#### [Brief]
Give an exact copy of the line that has "out.append(Gap(row, before, start, dur, lost))" and of every line below it, through the last, with nothing else.

Excerpted records section start

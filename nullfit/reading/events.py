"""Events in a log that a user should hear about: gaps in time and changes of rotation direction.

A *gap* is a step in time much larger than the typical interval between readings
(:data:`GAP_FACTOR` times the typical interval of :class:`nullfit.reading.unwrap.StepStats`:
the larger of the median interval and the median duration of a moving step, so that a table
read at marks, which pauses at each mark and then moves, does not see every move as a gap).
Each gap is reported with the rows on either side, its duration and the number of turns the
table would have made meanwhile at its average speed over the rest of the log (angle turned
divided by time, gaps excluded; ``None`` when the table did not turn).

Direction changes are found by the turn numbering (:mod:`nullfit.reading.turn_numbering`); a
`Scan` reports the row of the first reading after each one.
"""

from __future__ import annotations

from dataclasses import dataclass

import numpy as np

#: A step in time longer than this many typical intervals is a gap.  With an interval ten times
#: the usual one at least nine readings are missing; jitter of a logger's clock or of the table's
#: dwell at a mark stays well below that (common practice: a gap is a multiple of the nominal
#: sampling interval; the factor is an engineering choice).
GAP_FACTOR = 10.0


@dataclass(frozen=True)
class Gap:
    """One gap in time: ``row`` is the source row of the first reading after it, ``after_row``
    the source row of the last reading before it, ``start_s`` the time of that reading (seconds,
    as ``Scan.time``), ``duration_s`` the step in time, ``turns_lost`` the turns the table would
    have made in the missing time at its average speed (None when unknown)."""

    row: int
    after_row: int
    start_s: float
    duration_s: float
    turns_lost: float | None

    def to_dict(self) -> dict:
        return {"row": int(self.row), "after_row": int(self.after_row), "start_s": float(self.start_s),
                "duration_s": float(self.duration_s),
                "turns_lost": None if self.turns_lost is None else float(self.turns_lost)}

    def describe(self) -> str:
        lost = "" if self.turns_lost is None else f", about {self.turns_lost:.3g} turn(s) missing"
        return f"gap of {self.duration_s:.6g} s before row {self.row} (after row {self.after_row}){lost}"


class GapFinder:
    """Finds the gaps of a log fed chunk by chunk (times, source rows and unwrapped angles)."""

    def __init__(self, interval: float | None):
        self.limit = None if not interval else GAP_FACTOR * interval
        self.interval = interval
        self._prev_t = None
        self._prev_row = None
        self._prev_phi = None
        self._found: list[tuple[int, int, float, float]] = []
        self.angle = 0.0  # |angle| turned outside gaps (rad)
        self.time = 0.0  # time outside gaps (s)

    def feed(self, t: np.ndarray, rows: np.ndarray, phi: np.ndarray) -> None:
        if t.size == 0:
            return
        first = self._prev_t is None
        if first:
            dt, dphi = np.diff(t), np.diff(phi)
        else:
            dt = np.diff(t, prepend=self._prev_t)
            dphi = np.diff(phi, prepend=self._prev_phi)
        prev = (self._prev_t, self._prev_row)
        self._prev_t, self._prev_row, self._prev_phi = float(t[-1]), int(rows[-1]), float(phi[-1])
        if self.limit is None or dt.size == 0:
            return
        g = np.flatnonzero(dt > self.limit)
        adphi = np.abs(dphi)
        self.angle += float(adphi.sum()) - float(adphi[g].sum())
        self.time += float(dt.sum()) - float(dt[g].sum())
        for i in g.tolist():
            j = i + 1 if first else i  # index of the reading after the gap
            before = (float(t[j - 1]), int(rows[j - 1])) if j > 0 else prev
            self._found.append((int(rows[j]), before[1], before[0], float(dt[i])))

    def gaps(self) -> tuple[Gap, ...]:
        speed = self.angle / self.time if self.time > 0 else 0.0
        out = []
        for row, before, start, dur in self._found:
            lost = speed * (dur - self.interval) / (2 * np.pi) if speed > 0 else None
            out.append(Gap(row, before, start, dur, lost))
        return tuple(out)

Excerpted records section end

#### [Answer below]
            out.append(Gap(row, before, start, dur, lost))
        return tuple(out)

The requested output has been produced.